Great Lakes Echo
Editor’s note: Landscope is an occasional series about Michigan land use changes documented in the aerial imagery archive at Michigan State University’s Remote Sensing and Geographic Information Systems center.
Endangered birds in Michigan are sporting tiny locator backpacks to help determine their routes while on their way to their winter homes.
Kirtland’s warblers, a member of the wood warbler family, are rare. During the summer months they nest only in certain areas of Michigan, Wisconsin and Ontario, according to Michigan’s Department of Natural Resources. During the winter they migrate south to the Bahamas.
The question is, how do they get there?
Without knowing more about the birds migration patterns it is hard to aid their other important habitats as well.
“Migratory activity is important,” said Daniel Elbert, an endangered species biologist with the U.S. Fish and Wildlife Service. “Climate change and weather patterns could have repercussions on breeding grounds.”
New developments in tracking animals has allowed researchers to reconstruct the movements of the tiny birds to their winter homes, according to a pilot study by state conservation officials.
The birds winter in the Bahamas, but exact locations are still unknown. What researchers are attempting to learn about the warbler is how it reaches these locations and what other pressures are on it, according to Mike Donovan, a wildlife habitat resource specialist with the Michigan Department of Natural Resources.
The tiny devices are called light-level geolocators. They measure changing light intensity over a period of time.

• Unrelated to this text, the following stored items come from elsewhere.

def check(run: Run, changes: dict[str, int], memory_changes: dict[int, int] | None = None,
          halt_at: int | None = None):
    """Every named register/flag as ``changes`` says, all others and memory as before."""
    machine = run.emu
    assert run.stop.kind == "halted"
    if halt_at is not None:
        assert run.stop.address == halt_at
    for name in VISIBLE + FLAGS:
        expected = changes.get(name, run.before[name])
        assert machine.get(name) == expected, f"{name}: {machine.get(name):#x} != expected {expected:#x}"
    expected_memory = bytearray(run.memory_before)
    for address, value in (memory_changes or {}).items():
        expected_memory[address] = value
    actual = bytes(machine.memory)
    if actual != expected_memory:
        differences = [(hex(a), actual[a], expected_memory[a])
                       for a in range(len(actual)) if actual[a] != expected_memory[a]]
        pytest.fail(f"memory (address, got, expected): {differences[:8]}")


def halt_after(words) -> list[int]:
    return words + HALT.encode({})


def pc_after(words) -> int:
    """pc once the trailing halt (the last word of ``words``) has run: just past it."""
    return len(words)


# ----- the port map of the ref8 reference ----------------------------------------------------

def test_port_map_is_the_spec_table():
    # ref8 reference, "Ports"
    assert REF8.ports_out == {0: "console", 1: "lamps"}
    assert REF8.ports_in == {0: "switches", 1: "input", 2: "input_ready"}


# ----- transfers --------------------------------------------------------------

@pytest.mark.parametrize("path", PATHS)
@EXAMPLES
@given(regs=register_values, flags=flag_values, rd=register_index, rs=register_index)
def test_mov(path, regs, flags, rd, rs):
    words = halt_after(program(("mov rd, rs", {"rd": rd, "rs": rs})))
    run = execute(words, path, registers=regs, flags=flags)
    check(run, {GENERAL[rd]: regs[GENERAL[rs]], "pc": pc_after(words)})


@pytest.mark.parametrize("path", PATHS)
@EXAMPLES
@given(regs=register_values, flags=flag_values, rd=register_index, imm=st.integers(-128, 255))
def test_li_register_stores_immediate_mod_256(path, regs, flags, rd, imm):
    words = halt_after(program(("li rd, imm", {"rd": rd, "imm": imm})))
    run = execute(words, path, registers=regs, flags=flags)
    check(run, {GENERAL[rd]: imm % 256, "pc": pc_after(words)})


@pytest.mark.parametrize("path", PATHS)
@EXAMPLES
@given(regs=register_values, flags=flag_values, value=word, sp=word)
def test_li_x_writes_r6_high_r7_low(path, regs, flags, value, sp):
    words = halt_after(program(("li x, addr", {"addr": value})))
    run = execute(words, path, registers=regs, flags=flags, sp=sp)
    # ref8 reference, "Programmer's model": x is the pair r6 (high byte) : r7 (low byte)
    check(run, {"r6": value >> 8, "r7": value & 0xFF, "pc": pc_after(words)})
    assert run.emu.get("x") == value


@pytest.mark.parametrize("path", PATHS)
@EXAMPLES
@given(regs=register_values, flags=flag_values, value=word, sp=word)
def test_li_sp(path, regs, flags, value, sp):
    words = halt_after(program(("li sp, addr", {"addr": value})))
    run = execute(words, path, registers=regs, flags=flags, sp=sp)
    check(run, {"sp": value, "pc": pc_after(words)})


@pytest.mark.parametrize("path", PATHS)
@EXAMPLES
@given(regs=register_values, flags=flag_values, rd=register_index, address=data_address, value=byte)
def test_ld_absolute(path, regs, flags, rd, address, value):
    words = halt_after(program(("ld rd, [addr]", {"rd": rd, "addr": address})))
    run = execute(words, path, registers=regs, flags=flags, memory={address: value})
    check(run, {GENERAL[rd]: value, "pc": pc_after(words)})


@pytest.mark.parametrize("path", PATHS)
@EXAMPLES
@given(regs=register_values, flags=flag_values, rs=register_index, address=data_address, old=byte)
def test_st_absolute(path, regs, flags, rs, address, old):
    words = halt_after(program(("st [addr], rs", {"rs": rs, "addr": address})))
    run = execute(words, path, registers=regs, flags=flags, memory={address: old})
    check(run, {"pc": pc_after(words)}, {address: regs[GENERAL[rs]]})


@pytest.mark.parametrize("path", PATHS)
@EXAMPLES
@given(regs=register_values, flags=flag_values, rd=register_index, pointer=data_address, value=byte)
def test_ld_through_x(path, regs, flags, rd, pointer, value):
    words = halt_after(program(("ld rd, [x]", {"rd": rd})))
    run = execute(words, path, registers=regs, flags=flags, x=pointer, memory={pointer: value})
    check(run, {GENERAL[rd]: value, "pc": pc_after(words)})
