"""Relay wear: the [wear] section, the extrapolation and the report."""

import dataclasses
import json

import pytest

from emu import Emulator, MachineError, load_machine
from emu.description import WearRatings, wear_section
from emu.timing import count_wear, format_wear, relay_names, wear_ratings

REF8 = load_machine("ref8")
ACC12 = load_machine("tests/machines/acc12.toml")


def with_wear(wear, machine=REF8):
    return dataclasses.replace(machine, wear=wear_section(wear, machine))


def counted(machine, cycles=200):
    emu = Emulator(machine)
    emu.load([(0, [0] * 16)])
    with count_wear(emu) as wear:
        emu.run(max_cycles=cycles)
    return emu, wear


def test_relays_are_the_ring_stages_then_the_control_lines():
    names = relay_names(REF8)
    assert names[:4] == ["stage 1", "stage 2", "stage 3", "stage 4"]
    assert "read" in names and "load pc" in names and "halt" in names
    assert relay_names(ACC12)[:5] == [f"stage {i}" for i in range(1, 6)]


def test_ratings_from_the_machine_file():
    ratings = wear_ratings(REF8)
    assert ratings.life("stage 1") == 20_000_000
    assert ratings.life("read") == 10_000_000
    assert wear_ratings(dataclasses.replace(REF8, wear=WearRatings())).life("read") is None


@pytest.mark.parametrize("wear, message", [
    ({"rated_operations": 0}, "[wear]: 'rated_operations' must be a positive number of operations, not 0"),
    ({"rated_operations": "many"},
     "[wear]: 'rated_operations' must be a positive number of operations, not 'many'"),
    ({"life": 5}, "[wear]: unknown key 'life' (expected one of: rated_operations, relays)"),
    ({"relays": 5}, "[wear]: 'relays' must be a table of relay name = rated operations"),
    ({"relays": {"stage 9": 100}}, "[wear.relays]: no relay named 'stage 9' (relays: stage 1, stage 2,"),
    ({"relays": {"read": -3}}, "[wear.relays]: 'read' must be a positive number of operations, not -3"),
])
def test_bad_wear_sections_are_named(wear, message):
    with pytest.raises(MachineError) as caught:
        wear_ratings(with_wear(wear))
    assert str(caught.value).startswith(f"{REF8.path}: error: {message}")


def test_nop_loop_wears_the_fetch_relays_once_a_pulse():
    # 200 cycles of nop on ref8: every pulse is the fetch step, which reads
    # memory and loads ir and pc; each ring stage lights once a turn
    emu, wear = counted(REF8)
    assert wear.pulses == 200
    for line in ("read", "load ir", "load pc"):
        assert wear.counts[line] == 200
    assert wear.counts["stage 1"] == wear.counts["stage 2"] == 200
    assert wear.counts["write"] == 0


def test_report_extrapolates_at_the_nominal_rate():
    emu, wear = counted(REF8)
    report = wear.report()
    by_name = {r["relay"]: r for r in report["relays"]}
    read = by_name["read"]
    # 1 operation a pulse at 5 pulses a second: 18,000 an hour, so a
    # 10-million-operation relay lasts 10e6 / 18,000 = 555.6 hours
    assert read["per_hour"] == pytest.approx(18_000)
    assert read["life_hours"] == pytest.approx(10e6 / 18_000)
    assert by_name["stage 1"]["life_hours"] == pytest.approx(20e6 / 18_000)
    assert report["relays"][0]["life_hours"] <= report["relays"][-1]["life_hours"]
    assert "stage 1" not in report["wears_first"] and "read" in report["wears_first"]
    assert "write" not in by_name
    json.dumps(report)


def test_report_text_names_the_relays_that_wear_first():
    _emu, wear = counted(REF8)
    text = format_wear(wear.report())
    assert "wears first: " in text and "read" in text.splitlines()[-1]
    assert "23 d 4 h" in text      # 556 h, written as every duration is (emu.formatting)


def test_report_without_rated_life():
    _emu, wear = counted(dataclasses.replace(REF8, wear=WearRatings()), cycles=10)
    report = wear.report()
    assert report["wears_first"] == [] and report["relays"][0]["life_hours"] is None
    assert "no rated life" in format_wear(report)


def test_report_of_a_run_without_pulses():
    emu = Emulator(REF8)
    with count_wear(emu) as wear:
        pass
    assert format_wear(wear.report()) == "relay wear: no clock pulses were run"
    assert not emu._observers
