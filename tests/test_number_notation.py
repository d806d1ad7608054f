"""One number notation: every reader takes the same spellings to the same values.

The assembler, the micro-step parser, a micro-step inside a machine file,
command-line options and the debugger's number arguments are fed one table.
The forms are those of spec §4 (42, 0x2A, 0b101010, 'A' with the escapes
\\n \\t \\r \\0 \\\\ \\' \\"). Character codes are ASCII (ANSI X3.4 / ECMA-6:
'A' is 65, '*' is 42, newline 10, apostrophe 39, backslash 92). Leading
zeros are decimal, as in the spec (no octal). Integer keys of a machine file
are TOML's own syntax (decided by tomllib), so the machine-file column is a
micro-step constant inside the file.
"""

from __future__ import annotations

import json
import re
from pathlib import Path

import pytest

import asm
import emu
from emu.cli import build_parser
from emu.debugger import Session
from emu.description.notation import Assign, Const, parse_step

REF8 = emu.load_machine("ref8")
REF8_TEXT = (Path(emu.__file__).parent / "machines" / "ref8.toml").read_text()
NOP_STEPS = 'syntax = "nop"\nencoding = ["00000000"]\nsteps = []'

# spelling → value; None where the spelling is not a number at all.
SPELLINGS = {
    "42": 42, "0x2A": 42, "0X2a": 42, "0x2a": 42, "0b101010": 42, "0B101010": 42,
    "042": 42, "0042": 42, "0": 0, "255": 255,
    "'*'": 42, "'A'": 65, "'\\n'": 10, "'\\t'": 9, "'\\r'": 13, "'\\0'": 0,
    "'\\\\'": 92, "'\\''": 39, "'\\\"'": 34, "' '": 32,
    "0x": None, "0b": None, "0b102": None, "0xG1": None, "0o52": None, "42h": None, "2A": None,
    "4_2": None, "0x_2A": None,  # Python's int() takes these; the notation does not
    "''": None, "'AB'": None, "'''": None, "'\\q'": None, "'A": None,
}
NEGATIVE = {"-42": -42, "-0x2A": -42, "-0b101010": -42, "-'*'": -42}
"""Signed spellings: the assembler (unary minus), options and the debugger take them; a micro-step
writes a negative offset as ``e - k`` and has no signed constant."""

ALL = {**SPELLINGS, **NEGATIVE}


def in_assembler(spelling):
    source = f"value = {spelling}\n        halt\n"
    try:
        return asm.assemble_text(source, REF8).constants["value"]
    except asm.AsmError as exc:
        assert "<input>:1:" in str(exc)  # located at the line, never a traceback
        return None


def in_micro_step(spelling):
    try:
        statements = parse_step(f"t <- {spelling}")
    except emu.MachineError as exc:
        assert "micro-step" in str(exc)
        return None
    assert len(statements) == 1 and isinstance(statements[0], Assign)
    assert isinstance(statements[0].value, Const)
    return statements[0].value.value


def in_machine_file(spelling):
    """The constant in a step of a machine file (an instruction that loads it into t)."""
    step = f"steps = [{json.dumps(f't <- {spelling}')}]"  # a JSON string is a TOML basic string
    text = REF8_TEXT.replace(NOP_STEPS, NOP_STEPS.replace("steps = []", step), 1)
    assert text != REF8_TEXT
    try:
        machine = emu.machine_from_text(text, "edited.toml")
    except emu.MachineError as exc:
        assert re.match(r"edited\.toml:\d+: error: instruction 'nop' step 2: ", str(exc)), str(exc)
        return None
    nop = next(ins for ins in machine.instructions if ins.display == "nop")
    return nop.steps[0].statements[0].value.value


def in_options(spelling):
    try:
        argv = ["run", "program.asm", f"--switches={spelling}"]
        return build_parser(argv).parse_args(argv).switches
    except SystemExit as exc:
        assert exc.code == 2
        return None


def in_debugger(spelling):
    session = Session(REF8)
    session.emu.set("r0", 0x5A)  # in no row of the table, so a refused spelling shows as unchanged
    reply = session.execute(f"put r0 {spelling}")
    if "is not a number" in reply:
        assert "42, 0x2A, 0b101010 or 'A'" in reply
        assert session.emu.get("r0") == 0x5A
        return None
    return session.emu.get("r0"), reply


@pytest.mark.parametrize("spelling", list(ALL))
def test_every_reader_takes_a_spelling_to_the_same_value(spelling, capsys):
    value = ALL[spelling]
    assert in_assembler(spelling) == value
    unsigned = value if spelling not in NEGATIVE else None
    assert in_micro_step(spelling) == unsigned
    assert in_machine_file(spelling) == unsigned
    assert in_options(spelling) == value
    if value is None:
        assert in_debugger(spelling) is None
    else:
        register, reply = in_debugger(spelling)
        assert register == value & 0xFF, reply
    capsys.readouterr()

“This technology is for continental movement, not local,” said Elbert. It’s needed because although the bird’s winter home is known, the bird is so rare that there are few reports on how they got there.
The locators measure the time the sun rises and the time the sun sets. That data later can be analyzed to recreate the bird’s migration routes and winter home locations, according to the pilot study.
The battery-powered solar cell locators last about nine months, according to Elbert.
To avoid hindering the bird, the locators stick to a five percent body weight rule researchers use when putting tracking devices on animals.
“You have to think about these things when tracking wildlife,” Donovan said. “How do I capture, what am I going to put on it and how am I going to get the data?”
The longer birds stay in a certain area, the more precise the location.
“It’s a conservation concern,” said Elbert. “The flight of Kirtland’s warbler is tied to human development and human interaction. Due to loss of habitat, humans have had a very active role in decline of this species, but can also protect with intervention.”
”Warblers carrying the unit can be located within hundreds of kilometers. Our goal in this study is to understand the relative path and if birds are wintering in the Bahamas,” Donovan said.
These endangered birds are picky nesters when arriving at their breeding grounds in the north. Weighing only about half an ounce, they nest on the ground underneath vast acres of jack pine trees.
“Called the bird of fire, it relies on jack pine trees between five and 15 years old,” Donovan said. ”Jack pines regenerate after fire.”
That’s a problem because people don’t like fires and jack pine fires are intense and big, he said
According to the DNR, they used to do burns but controlled burning is a very scary proposition. The 1980 Mack Lack fire in northeastern Michigan ended the prescribed burning.
“It burned about 25,000 acres and one person died,” said Donovan.
“That burn got so big, it ended up being the comeback of the warbler,” he said. “This showed us the importance of size of the habitat, we were managing it at too small of a scale.”
Now, the DNR cuts and plants jack pines in patterns that mimic a fire to manually produce the warbler’s habitat, Donovan said.
The geolocator technology is great for these birds because young jack pines allow a lot of light, Elbert said. This gives the geolocators the ability to capture the light more easily instead of if they were used for a species that lives deep in a forest.
Michigan’s conservation efforts have helped increase the bird’s population.
“In 1990 we were at 400 singing males in the entire population and now we’re over 2,000,” said Donovan.
There are risks to this study, Donovan said. Researchers have to avoid harming the birds during capture to fit them with the devices and during recapture to get the data. Straps on the packs can cause irritation and the environment can always present hazards.
“There’s always a small percent of damage or mortality due to the effort itself, which is unfortunate…hardest thing is we’re concerned about individuals but were worried about populations,” Donovan said.
The research will help gather the information needed to help give conservation efforts insight into the full life cycle and habits of this rare bird, he said.